Instruction for the data below: set down exactly the lines from the line with "second only. */" to the line with "scan(first, second, 'first');", inclusive, and no others.
======== Record excerpts ========
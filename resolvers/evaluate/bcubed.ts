/**
 * B-cubed precision and recall (Bagga & Baldwin 1998): per item, the share of its predicted cluster that is
 * in its gold cluster (precision) and the share of its gold cluster that is in its predicted cluster (recall),
 * averaged over items with equal weight. From the contingency table: P = Σ n_ij² / b_j / N, R = Σ n_ij² / a_i / N.
 */
import { contingency, type Contingency } from './contingency.ts';
import { f1Of, type PrecisionRecall } from './types.ts';

export function bcubed(gold: readonly (string | number)[], predicted: readonly (string | number)[]): PrecisionRecall {
  return bcubedFromContingency(contingency(gold, predicted));
}

export function bcubedFromContingency(table: Contingency): PrecisionRecall {
  if (table.n === 0) return { precision: 1, recall: 1, f1: 1 };
  let precisionSum = 0;
  let recallSum = 0;
  for (const cell of table.cells) {
    const squared = cell.count * cell.count;
    precisionSum += squared / (table.predictedSizes[cell.predicted] as number);
    recallSum += squared / (table.goldSizes[cell.gold] as number);
  }
  const precision = precisionSum / table.n;
  const recall = recallSum / table.n;
  return { precision, recall, f1: f1Of(precision, recall) };
}
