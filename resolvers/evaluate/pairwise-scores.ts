/**
 * Pairwise precision / recall / F1: every pair of items placed together is one decision.
 * Counted from the contingency table (sum of C(n,2) per cell), never by enumerating pairs.
 */
import { contingency, pairsOf, type Contingency } from './contingency.ts';
import { f1Of, type PrecisionRecall } from './types.ts';

export interface PairwiseScores extends PrecisionRecall {
  truePositivePairs: number;
  predictedPairs: number;
  goldPairs: number;
}

/**
 * Convention for empty denominators: with no predicted pair, precision is 1 (no wrong link was made);
 * with no gold pair, recall is 1 (nothing was missed). The raw counts are returned so callers can tell.
 */
export function pairwiseScores(gold: readonly (string | number)[], predicted: readonly (string | number)[]): PairwiseScores {
  return pairwiseFromContingency(contingency(gold, predicted));
}

export function pairwiseFromContingency(table: Contingency): PairwiseScores {
  let truePositivePairs = 0;
  for (const cell of table.cells) truePositivePairs += pairsOf(cell.count);
  const predictedPairs = table.predictedSizes.reduce((sum, size) => sum + pairsOf(size), 0);
  const goldPairs = table.goldSizes.reduce((sum, size) => sum + pairsOf(size), 0);
  const precision = predictedPairs === 0 ? 1 : truePositivePairs / predictedPairs;
  const recall = goldPairs === 0 ? 1 : truePositivePairs / goldPairs;
  return { precision, recall, f1: f1Of(precision, recall), truePositivePairs, predictedPairs, goldPairs };
}
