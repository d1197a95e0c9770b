/**
 * Agreement of two clusterings of the same items, over the pairs either puts together: the Jaccard index of their
 * co-clustered pair sets, |A ∩ B| / |A ∪ B| (1 when neither joins anything). Unlike the Rand index, the many
 * pairs both keep apart do not count, so one differing pair among a few thousand shows. Also answers which pairs
 * differ, for a report (enumerated cluster by cluster: meant for clusterings of small clusters).
 */
import { contingency, pairsOf } from './contingency.ts';

export interface PairAgreement {
  agreement: number;
  /** Pairs together in both, in the first only, in the second only. */
  both: number;
  firstOnly: number;
  secondOnly: number;
}

export function pairAgreement(first: readonly (string | number)[], second: readonly (string | number)[]): PairAgreement {
  if (first.length !== second.length) throw new RangeError(`the clusterings label ${first.length} and ${second.length} items; they must label the same items`);
  const table = contingency(first, second);
  let both = 0;
  for (const cell of table.cells) both += pairsOf(cell.count);
  const inFirst = table.goldSizes.reduce((sum, size) => sum + pairsOf(size), 0);
  const inSecond = table.predictedSizes.reduce((sum, size) => sum + pairsOf(size), 0);
  const union = inFirst + inSecond - both;
  return { agreement: union === 0 ? 1 : both / union, both, firstOnly: inFirst - both, secondOnly: inSecond - both };
}

/** The item index pairs put together by one clustering and not by the other (each pair once, lower index first). */
export function differingPairs(
  first: readonly (string | number)[],
  second: readonly (string | number)[],
): { pair: [number, number]; together: 'first' | 'second' }[] {
  const out: { pair: [number, number]; together: 'first' | 'second' }[] = [];
  const scan = (a: readonly (string | number)[], b: readonly (string | number)[], together: 'first' | 'second'): void => {
    const groups = new Map<string | number, number[]>();
    a.forEach((label, i) => groups.set(label, [...(groups.get(label) ?? []), i]));
    for (const members of groups.values()) {
      for (let x = 0; x < members.length; x++) {
        for (let y = x + 1; y < members.length; y++) if (b[members[x]!] !== b[members[y]!]) out.push({ pair: [members[x]!, members[y]!], together });
      }
    }
  };
  scan(first, second, 'first');
  scan(second, first, 'second');
  return out;
}
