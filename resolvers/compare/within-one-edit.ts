/**
 * Whether two words are at most one edit apart: one character inserted, deleted or replaced, or two adjacent
 * characters swapped (the optimal-string-alignment distance of Damerau 1964 is ≤ 1). Damerau found that about 80 %
 * of misspellings are one such edit, which is why one edit, not a similarity cut, reads a typo in a short word.
 *
 * Linear and allocation-free (this runs for word pairs of every candidate pair); characters are UTF-16 code units,
 * like the other kernels here. Cross-checked against fast-levenshtein in the tests.
 */
export function withinOneEdit(a: string, b: string): boolean {
  if (a === b) return true;
  const la = a.length;
  const lb = b.length;
  if (la - lb > 1 || lb - la > 1) return false;
  let start = 0;
  while (start < la && start < lb && a.charCodeAt(start) === b.charCodeAt(start)) start++;
  let endA = la;
  let endB = lb;
  while (endA > start && endB > start && a.charCodeAt(endA - 1) === b.charCodeAt(endB - 1)) {
    endA--;
    endB--;
  }
  const restA = endA - start;
  const restB = endB - start;
  // What is left between the common prefix and suffix: at most one character on each side (insert, delete,
  // replace), or two characters swapped.
  if (restA <= 1 && restB <= 1) return true;
  return restA === 2 && restB === 2 && a.charCodeAt(start) === b.charCodeAt(start + 1) && a.charCodeAt(start + 1) === b.charCodeAt(start);
}
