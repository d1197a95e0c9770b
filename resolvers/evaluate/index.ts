export { contingency, pairsOf, type Contingency } from './contingency.ts';
export { pairwiseScores, pairwiseFromContingency, type PairwiseScores } from './pairwise-scores.ts';
export { bcubed, bcubedFromContingency } from './bcubed.ts';
export { adjustedRandIndex, ariFromContingency, randIndex } from './adjusted-rand-index.ts';
export { blockingMetrics, type BlockingMetrics } from './blocking-metrics.ts';
export { precisionRecallSvg, type SweepPoint } from './precision-recall-svg.ts';
export { f1Of, type PrecisionRecall } from './types.ts';
export {
  blockingByCategory,
  pairCategory,
  PAIR_CATEGORIES,
  type PairCategory,
  type BlockingReport,
  type CategoryCompleteness,
} from './blocking-by-category.ts';
export { pairAgreement, differingPairs, type PairAgreement } from './pair-agreement.ts';
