/**
 * Jurisdiction agreement on ISO 3166-1 alpha-2 ("US") and ISO 3166-2 ("US-DE") codes.
 *
 * - same: equal codes.
 * - compatible: a country and one of its subdivisions ("US" and "US-DE"): the coarser record does not say
 *   which state, so it cannot disagree.
 * - conflicting: different countries, or different subdivisions of one country ("US-DE" vs "US-NY").
 * - missing: one side (or both) has none.
 */

export type JurisdictionLevel = 'same' | 'compatible' | 'conflicting' | 'missing';

export interface JurisdictionComparison {
  level: JurisdictionLevel;
  explanation: string;
}

/** Upper-cased, checked code; throws a RangeError naming the value when it is neither form. */
export function parseJurisdiction(code: string): { country: string; subdivision: string | null; code: string } {
  const upper = code.trim().toUpperCase();
  if (/^[A-Z]{2}$/.test(upper)) return { country: upper, subdivision: null, code: upper };
  if (/^[A-Z]{2}-[A-Z0-9]{1,3}$/.test(upper)) return { country: upper.slice(0, 2), subdivision: upper.slice(3), code: upper };
  throw new RangeError(`jurisdiction "${code}" is neither ISO 3166-1 alpha-2 ("US") nor ISO 3166-2 ("US-DE")`);
}

/** Equal, or a country and one of its subdivisions. */
export function jurisdictionsCompatible(a: string, b: string): boolean {
  const x = parseJurisdiction(a);
  const y = parseJurisdiction(b);
  if (x.country !== y.country) return false;
  return x.subdivision === null || y.subdivision === null || x.subdivision === y.subdivision;
}

export function compareJurisdictions(a: string | null | undefined, b: string | null | undefined): JurisdictionComparison {
  const hasA = typeof a === 'string' && a.trim().length > 0;
  const hasB = typeof b === 'string' && b.trim().length > 0;
  if (!hasA || !hasB)
    return { level: 'missing', explanation: `${!hasA && !hasB ? 'no jurisdiction on either side' : `jurisdiction only on one side (${hasA ? a : b})`}` };
  const x = parseJurisdiction(a);
  const y = parseJurisdiction(b);
  if (x.code === y.code) return { level: 'same', explanation: `both ${x.code}` };
  if (x.country === y.country && (x.subdivision === null || y.subdivision === null)) {
    return { level: 'compatible', explanation: `${x.code} and ${y.code}: a country and one of its subdivisions` };
  }
  return { level: 'conflicting', explanation: `${x.code} and ${y.code} are different jurisdictions` };
}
========
■ Response area:
  /** Pairs together in both, in the first only, in the second only. */
  both: number;
  firstOnly: number;
  secondOnly: number;
}

export function pairAgreement(first: readonly (string | number)[], second: readonly (string | number)[]): PairAgreement {
  if (first.length !== second.length) throw new RangeError(`the clusterings label ${first.length} and ${second.length} items; they must label the same items`);
  const table = contingency(first, second);
  let both = 0;
  for (const cell of table.cells) both += pairsOf(cell.count);
  const inFirst = table.goldSizes.reduce((sum, size) => sum + pairsOf(size), 0);
  const inSecond = table.predictedSizes.reduce((sum, size) => sum + pairsOf(size), 0);
  const union = inFirst + inSecond - both;
  return { agreement: union === 0 ? 1 : both / union, both, firstOnly: inFirst - both, secondOnly: inSecond - both };
}

/** The item index pairs put together by one clustering and not by the other (each pair once, lower index first). */
export function differingPairs(
  first: readonly (string | number)[],
  second: readonly (string | number)[],
): { pair: [number, number]; together: 'first' | 'second' }[] {
  const out: { pair: [number, number]; together: 'first' | 'second' }[] = [];
  const scan = (a: readonly (string | number)[], b: readonly (string | number)[], together: 'first' | 'second'): void => {
    const groups = new Map<string | number, number[]>();
    a.forEach((label, i) => groups.set(label, [...(groups.get(label) ?? []), i]));
    for (const members of groups.values()) {
      for (let x = 0; x < members.length; x++) {
        for (let y = x + 1; y < members.length; y++) if (b[members[x]!] !== b[members[y]!]) out.push({ pair: [members[x]!, members[y]!], together });
      }
    }
  };
  scan(first, second, 'first');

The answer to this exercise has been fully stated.